Stored data entries:
::::

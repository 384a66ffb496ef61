package bench

import (
	"context"
	"fmt"
	"net/http"

	"tenthmark/session"
)

// health says whether the daemon can do its work: it answers 503 when the ledger does
// not take events.
func (b *Bench) health(c *call) error {
	type stationState struct {
		Name  string `json:"name"`
		State string `json:"state"`
	}
	answer := struct {
		Status  string           `json:"status"` // ok or trouble
		Trouble string           `json:"trouble,omitempty"`
		Version string           `json:"version"`
		SignIn  bool             `json:"sign_in"`
		Ledger  map[string]int64 `json:"ledger"`
		States  []stationState   `json:"stations"`
	}{Status: "ok", Version: b.Version, SignIn: b.SignIn, States: []stationState{}}
	for _, s := range b.Stations.List() {
		answer.States = append(answer.States, stationState{s.Name, s.State})
	}
	size, err := b.Records.Size(c.Context())
	if err == nil {
		err = b.Desk.Trouble(c.Context())
	}
	answer.Ledger = map[string]int64{"size": size}
	if err == nil {
		return c.reply(http.StatusOK, answer)
	}
	answer.Status, answer.Trouble = "trouble", describe(err).Detail
	return c.reply(http.StatusServiceUnavailable, answer)
}

func (b *Bench) stations(c *call) error {
	list := b.Stations.List()
	if list == nil {
		list = []Station{}
	}
	return c.reply(http.StatusOK, map[string]any{"stations": list})
}

// station gives a station by its name, or says that there is none.
func (b *Bench) station(name string) (Station, error) {
	for _, s := range b.Stations.List() {
		if s.Name == name {
			return s, nil
		}
	}
	return Station{}, session.Refuse("unknown-station", fmt.Sprintf("There is no station %q.", name), "Use one of the configured stations; GET /api/v1/stations lists them.")
}

func (s Station) mustBeOnline() error {
	if s.State == Online {
		return nil
	}
	reason, hint := s.Reason, s.Hint
	if reason == "" {
		reason = "its balance cannot be reached"
	}
	if hint == "" {
		hint = "Check that the balance is switched on and its cable plugged in."
	}
	return session.Refuse("station-offline", fmt.Sprintf("Station %s is offline: %s", s.Name, reason), hint)
}

// tare tells a balance to tare and records that somebody asked for it.
func (b *Bench) tare(c *call) error {
	s, err := b.station(c.PathValue("station"))
	if err != nil {
		return err
	}
	tarer, can := b.Stations.(Tarer)
	if !can {
		return session.Refuse("cannot-tare", "The balance cannot be tared from here.", "Press its tare key.")
	}
	if err := s.mustBeOnline(); err != nil {
		return err
	}
	if err := tarer.Tare(c.Context(), s.Name); err != nil {
		return err
	}
	// The balance has been told: whoever asked may go, the record is made.
	events, err := b.Desk.Do(context.WithoutCancel(c.Context()), c.who.actor(), func(*session.Book) ([]session.Draft, error) {
		return []session.Draft{{Kind: session.StationTared, Subject: s.Name, Body: struct{}{}}}, nil
	})
	if err != nil {
		return err
	}
	return c.reply(http.StatusOK, map[string]any{"recorded": events})
}
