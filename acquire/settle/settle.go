// Package settle finds the moments at which a load has come to rest on a balance's
// pan: lines with their times go in, settled weights come out.
//
// It is pure. It knows no clock (every sample brings its moment), no line and no
// logger. It invents no number: a settled weight is one of the lines that the
// balance sent, with its bytes. It refuses to decide from less than the balance
// shows: a gap, an overload or a damaged line starts the waiting anew.
//
// How a weight is taken (see Options for the sizes and the reasons):
//
//  1. The load must have moved away from the last taken weight by more than the
//     re-arm step. Without that, one load at rest would be taken again and again.
//  2. Then, for the dwell, every line must be marked stable and all of them lie
//     within the band.
//  3. What still creeps (the tail of the balance's filter) waits; what drifts evenly
//     (an open vessel that evaporates) is taken, after twice the dwell.
//  4. The weight is the latest line that shows the median of the dwell's later half:
//     one line may flicker, and the earlier half may still creep by the last digits.
package settle

import (
	"math"
	"time"

	"tenthmark/calc/decimal"
)

// Kind says what a line was, as far as settling is concerned.
type Kind uint8

// The kinds of samples.
const (
	Weight    Kind = iota // a plain weight
	Blank                 // the display is dark: taring, or between two states
	Beyond                // over- or underload: the load is surely another one
	Disturbed             // damage, an error, a report, an outage: what was seen before does not count
)

// Sample is one line of the balance. Raw may be reused by the caller afterwards.
type Sample struct {
	Kind   Kind
	MassG  decimal.Number // in g
	Unit   string         // as sent
	Stable bool           // whether the balance marked it so
	Raw    []byte
}

// Settled is a weight that was taken.
type Settled struct {
	MassG decimal.Number // g, with the digits as sent
	Unit  string         // as sent
	Raw   []byte         // the line, exactly as it came
	At    time.Duration  // when the line came, on the clock of Observe
	Taken time.Duration  // when it was decided
	Dwell Dwell
	Trace []Point // the last seconds before it was taken, oldest first
}

// Dwell sums up the lines that the decision rests on.
type Dwell struct {
	Lines   int
	Length  time.Duration // from its first to its last line
	SlopeGS float64       // straight line through it, g/s: the drift
	NoiseG  float64       // standard deviation about that line, g
	Waiting time.Duration // from the first movement of the load to the dwell's start
	Beyond  time.Duration // how much longer than the asked dwell it took
}

// Point is one weight of the trace.
type Point struct {
	At     time.Duration
	MassG  float64
	Stable bool
}

// Detector takes weights. It is made by New and belongs to one goroutine.
type Detector struct {
	opt    Options
	window window // the lines of the current dwell
	trace  trace

	haveLast bool
	lastAt   time.Duration // of the last line of any kind
	interval time.Duration // typical time between lines, 0: not known

	arm arming
	run burst
}

// New makes a detector. Options are checked by Options.Check, which New demands.
func New(opt Options) (*Detector, error) {
	if err := opt.Check(); err != nil {
		return nil, err
	}
	return &Detector{opt: opt, arm: arming{armed: true}}, nil
}

// Observe takes one line that came at the moment at (never before the last one)
// and says whether a weight is taken with it.
func (d *Detector) Observe(at time.Duration, s Sample) (Settled, bool) {
	d.keepTime(at)
	switch {
	case s.Kind != Weight || !s.MassG.IsSet():
		d.interrupt(at, s.Kind)
		return Settled{}, false
	case d.opt.Mode == Print:
		return d.observePrint(at, s)
	}
	massG := s.MassG.Float()
	d.trace.add(Point{at, massG, s.Stable})
	d.arm.observe(at, massG, s.Stable && !d.opt.NoFlag, d.opt)
	if !s.Stable && !d.opt.NoFlag {
		d.window.clear()
		return Settled{}, false
	}
	d.window.add(at, massG, s)
	d.window.shrinkToBand(d.opt.BandG, d.opt.DriftGS)
	d.window.forget(2*d.dwell(), d.opt.MinLines)
	d.arm.follow(&d.window, d.dwell())
	if !d.arm.armed || !d.ripe() {
		return Settled{}, false
	}
	return d.take(at), true
}

// Tared tells that the balance was sent the tare command: the next zero is taken, even
// if the display stood near zero before.
func (d *Detector) Tared() {
	d.arm.tared = true
	d.arm.blank()
	d.window.clear()
}

// Progress says how far the dwell has come, 0 … 1; 0 when no weight is waited for.
func (d *Detector) Progress() float64 {
	if !d.arm.armed || d.window.len() == 0 {
		return 0
	}
	return min(1, float64(d.window.length())/float64(d.dwell()))
}

// Armed says whether the next load that comes to rest is taken.
func (d *Detector) Armed() bool { return d.arm.armed }

// dwell is longer without the balance's own word that it is stable.
func (d *Detector) dwell() time.Duration {
	if d.opt.NoFlag {
		return d.opt.Dwell * 3 / 2
	}
	return d.opt.Dwell
}

// keepTime follows the rate of the lines; a gap starts the waiting anew.
func (d *Detector) keepTime(at time.Duration) {
	if d.haveLast {
		step := at - d.lastAt
		if step > d.gap() {
			d.window.clear()
			d.arm.break_()
		}
		if d.interval == 0 {
			d.interval = step
		}
		d.interval += (step - d.interval) / 8
	}
	d.haveLast, d.lastAt = true, at
}

// gap is the longest pause between two lines of one dwell.
func (d *Detector) gap() time.Duration { return max(d.opt.Gap, 3*d.interval) }

// interrupt handles what is no weight.
func (d *Detector) interrupt(at time.Duration, kind Kind) {
	d.window.clear()
	switch kind {
	case Beyond:
		d.arm.away(at)
	case Blank:
		d.arm.blank()
	}
}

// ripe says whether the window is a whole dwell of a load at rest. An even drift needs
// twice the dwell, to tell it from the long tail of a filter; so does a display that
// flickers by more than one digit up and down, because draught is slow and one dwell may lie on one
// of its waves.
func (d *Detector) ripe() bool {
	w := &d.window
	if w.len() < d.opt.MinLines || w.length() < d.dwell() {
		return false
	}
	long := w.length() >= 2*d.dwell()
	switch w.course(d.opt.DigitG) {
	case level:
		_, noise := w.line()
		return long || noise <= 0.75*d.opt.DigitG
	case drifting:
		return long
	}
	return false
}

// take makes the settled weight of the window and disarms.
func (d *Detector) take(at time.Duration) Settled {
	w := &d.window
	chosen := w.median()
	slope, noise := w.line()
	s := Settled{
		MassG: chosen.mass, Unit: chosen.unit, Raw: append([]byte(nil), chosen.raw[:chosen.rawLen]...),
		At: chosen.at, Taken: at, Trace: d.trace.since(at - traceSpan),
		Dwell: Dwell{
			Lines: w.len(), Length: w.length(), SlopeGS: slope, NoiseG: noise,
			Waiting: max(0, w.restSince-d.arm.moved), Beyond: max(0, at-w.restSince-d.dwell()),
		},
	}
	d.arm.taken(at, chosen.massG)
	w.clear()
	return s
}

// observePrint takes every stable line: somebody pressed PRINT. A balance that
// prints by itself several times a second is not pressed by anybody.
func (d *Detector) observePrint(at time.Duration, s Sample) (Settled, bool) {
	massG := s.MassG.Float()
	d.trace.add(Point{at, massG, s.Stable})
	if d.run.observe(at) || !s.Stable && !d.opt.NoFlag {
		return Settled{}, false
	}
	return Settled{
		MassG: s.MassG, Unit: s.Unit, Raw: append([]byte(nil), s.Raw...), At: at, Taken: at,
		Dwell: Dwell{Lines: 1}, Trace: d.trace.since(at - traceSpan),
	}, true
}

// Streaming says that in mode Print the lines come too fast to be pressed by hand,
// and that therefore none is taken.
func (d *Detector) Streaming() bool { return d.run.streaming }

// burst notices lines that nobody presses.
type burst struct {
	any       bool
	last      time.Duration
	quick     int
	streaming bool
}

// A hand presses PRINT at most twice a second, and not many times in a row.
const (
	handInterval = 400 * time.Millisecond
	handPresses  = 4
	quietAfter   = 3 * time.Second
)

func (b *burst) observe(at time.Duration) bool {
	step := at - b.last
	switch {
	case !b.any || step >= quietAfter:
		b.quick, b.streaming = 0, false
	case step < handInterval:
		b.quick++
	}
	b.any, b.last = true, at
	b.streaming = b.streaming || b.quick >= handPresses
	return b.streaming
}

// distance is |a − b|, which is never smaller than any step when one is no number.
func distance(a, b float64) float64 {
	if d := math.Abs(a - b); !math.IsNaN(d) {
		return d
	}
	return math.Inf(1)
}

::::

*WORK TASK:*
Would you copy, unchanged, the stretch of the records above that begins at the line containing "Trace []Point //" and ends at the line containing "Waiting time.Duration //", and only that?

*ANSWER BOX:*
	Trace []Point // the last seconds before it was taken, oldest first
}

// Dwell sums up the lines that the decision rests on.
type Dwell struct {
	Lines   int
	Length  time.Duration // from its first to its last line
	SlopeGS float64       // straight line through it, g/s: the drift
	NoiseG  float64       // standard deviation about that line, g
	Waiting time.Duration // from the first movement of the load to the dwell's start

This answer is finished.